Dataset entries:

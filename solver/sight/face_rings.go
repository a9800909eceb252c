package sight

import (
	"cmp"
	"math"
	"slices"

	"enfilade/solver/exact"
)

// corner is a point of a border in lowest terms, so that equal points are equal values.
type corner struct {
	x, y   exact.Int128
	dx, dy int64
}

// cornerAt returns the point at t of line l. The numerators stay below 2^92.
func cornerAt(l exact.Line, t fraction) corner {
	g := gcd(t.num, t.den)
	num, den := t.num/g, t.den/g
	part := func(at, dir int32) (exact.Int128, int64) {
		h := gcd(int64(dir), den) // num and den have no common factor
		d := den / h
		return exact.Mul(int64(at), d).Add(exact.Mul(int64(dir)/h, num)), d
	}
	var c corner
	c.x, c.dx = part(l.At.X, l.Dir.X)
	c.y, c.dy = part(l.At.Y, l.Dir.Y)
	return c
}

// offset returns the point minus origin in grid units; it only measures.
func (c corner) offset(origin exact.Pt) [2]float64 {
	part := func(num exact.Int128, den int64, o int32) float64 {
		return num.Sub(exact.Mul(int64(o), den)).Float() / float64(den)
	}
	return [2]float64{part(c.x, c.dx, origin.X), part(c.y, c.dy, origin.Y)}
}

// gcd returns the greatest common divisor, at least 1 unless both are 0.
func gcd(a, b int64) int64 {
	for b != 0 {
		a, b = b, a%b
	}
	return max(a, -a)
}

// rings strings the stretches together. Where several rings meet at a corner, each goes on along the border of the part it came
// along.
func (u *union) rings(origin exact.Pt) []Region {
	starts := make(map[corner][]int, len(u.stretches))
	for i, s := range u.stretches {
		c := cornerAt(s.line, s.t0)
		starts[c] = append(starts[c], i)
	}
	used := make([]bool, len(u.stretches))
	var all []Region
	for i := range u.stretches {
		if used[i] {
			continue
		}
		var loop []int
		for k := i; !used[k]; k = u.follow(k, starts) {
			used[k] = true
			loop = append(loop, k)
		}
		all = append(all, u.ring(loop, origin))
	}
	slices.SortFunc(all, func(a, b Region) int {
		pa, pb := a.xy[a.first], b.xy[b.first]
		return cmp.Or(cmp.Compare(b.Area(), a.Area()), cmp.Compare(pa[0], pb[0]), cmp.Compare(pa[1], pb[1]))
	})
	return all
}

// follow returns the stretch that goes on from stretch k: at its end, the first border clockwise from the way back.
func (u *union) follow(k int, starts map[corner][]int) int {
	s := &u.stretches[k]
	list := starts[cornerAt(s.line, s.t1)]
	best := list[0]
	for _, i := range list[1:] {
		if turnsBefore(s.line.Dir.Neg(), u.stretches[best].line.Dir, u.stretches[i].line.Dir) {
			best = i
		}
	}
	return best
}

// ring makes a closed loop of stretches a ring without straight corners.
func (u *union) ring(loop []int, origin exact.Pt) Region {
	r := Region{Eye: origin}
	n := len(loop)
	for i, k := range loop {
		s, before := &u.stretches[k], &u.stretches[loop[(i+n-1)%n]]
		if s.kind == before.kind && sameWay(s.line.Dir, before.line.Dir) {
			continue
		}
		v := Vertex{s.line.At, s.line.Dir, s.t0.num, s.t0.den}
		r.ring = append(r.ring, v)
		r.kinds = append(r.kinds, s.kind)
		r.xy = append(r.xy, cornerAt(s.line, s.t0).offset(origin))
	}
	r.canonical()
	return r
}

// Measure returns the area of the union of regions and holes as Outline gives them, in grid units squared, and the length of
// their border by kind, in grid units.
func Measure(rings []Region) (area float64, lengths [3]float64) {
	for i := range rings {
		area += rings[i].Area()
		for k, l := range rings[i].Lengths() {
			lengths[k] += l
		}
	}
	return math.Max(area, 0), lengths
}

WORK REQUIRED =
Could you retype each record exactly as it appears?

THE ANSWER =
filename solver/sight/face_rings.go
repository a9800909eceb252c
package sight

import (
	"cmp"
	"math"
	"slices"

	"enfilade/solver/exact"
)

// corner is a point of a border in lowest terms, so that equal points are equal values.
type corner struct {
	x, y   exact.Int128
	dx, dy int64
}

// cornerAt returns the point at t of line l. The numerators stay below 2^92.
func cornerAt(l exact.Line, t fraction) corner {
	g := gcd(t.num, t.den)
	num, den := t.num/g, t.den/g
	part := func(at, dir int32) (exact.Int128, int64) {
		h := gcd(int64(dir), den) // num and den have no common factor
		d := den / h
		return exact.Mul(int64(at), d).Add(exact.Mul(int64(dir)/h, num)), d
	}
	var c corner
	c.x, c.dx = part(l.At.X, l.Dir.X)
	c.y, c.dy = part(l.At.Y, l.Dir.Y)
	return c
}

// offset returns the point minus origin in grid units; it only measures.
func (c corner) offset(origin exact.Pt) [2]float64 {
	part := func(num exact.Int128, den int64, o int32) float64 {
		return num.Sub(exact.Mul(int64(o), den)).Float() / float64(den)
	}
	return [2]float64{part(c.x, c.dx, origin.X), part(c.y, c.dy, origin.Y)}
}

// gcd returns the greatest common divisor, at least 1 unless both are 0.
func gcd(a, b int64) int64 {
	for b != 0 {
		a, b = b, a%b
	}
	return max(a, -a)
}

// rings strings the stretches together. Where several rings meet at a corner, each goes on along the border of the part it came
// along.
func (u *union) rings(origin exact.Pt) []Region {
	starts := make(map[corner][]int, len(u.stretches))
	for i, s := range u.stretches {
		c := cornerAt(s.line, s.t0)
		starts[c] = append(starts[c], i)
	}
	used := make([]bool, len(u.stretches))
	var all []Region
	for i := range u.stretches {
		if used[i] {
			continue
		}
		var loop []int
		for k := i; !used[k]; k = u.follow(k, starts) {
			used[k] = true
			loop = append(loop, k)
		}
		all = append(all, u.ring(loop, origin))
	}
	slices.SortFunc(all, func(a, b Region) int {
		pa, pb := a.xy[a.first], b.xy[b.first]
		return cmp.Or(cmp.Compare(b.Area(), a.Area()), cmp.Compare(pa[0], pb[0]), cmp.Compare(pa[1], pb[1]))
	})
	return all
}

// follow returns the stretch that goes on from stretch k: at its end, the first border clockwise from the way back.
func (u *union) follow(k int, starts map[corner][]int) int {
	s := &u.stretches[k]
	list := starts[cornerAt(s.line, s.t1)]
	best := list[0]
	for _, i := range list[1:] {
		if turnsBefore(s.line.Dir.Neg(), u.stretches[best].line.Dir, u.stretches[i].line.Dir) {
			best = i
		}
	}
	return best
}

// ring makes a closed loop of stretches a ring without straight corners.
func (u *union) ring(loop []int, origin exact.Pt) Region {
	r := Region{Eye: origin}
	n := len(loop)
	for i, k := range loop {
		s, before := &u.stretches[k], &u.stretches[loop[(i+n-1)%n]]
		if s.kind == before.kind && sameWay(s.line.Dir, before.line.Dir) {
			continue
		}
		v := Vertex{s.line.At, s.line.Dir, s.t0.num, s.t0.den}
		r.ring = append(r.ring, v)
		r.kinds = append(r.kinds, s.kind)
		r.xy = append(r.xy, cornerAt(s.line, s.t0).offset(origin))
	}
	r.canonical()
	return r
}

// Measure returns the area of the union of regions and holes as Outline gives them, in grid units squared, and the length of
// their border by kind, in grid units.
func Measure(rings []Region) (area float64, lengths [3]float64) {
	for i := range rings {
		area += rings[i].Area()
		for k, l := range rings[i].Lengths() {
			lengths[k] += l
		}
	}
	return math.Max(area, 0), lengths
}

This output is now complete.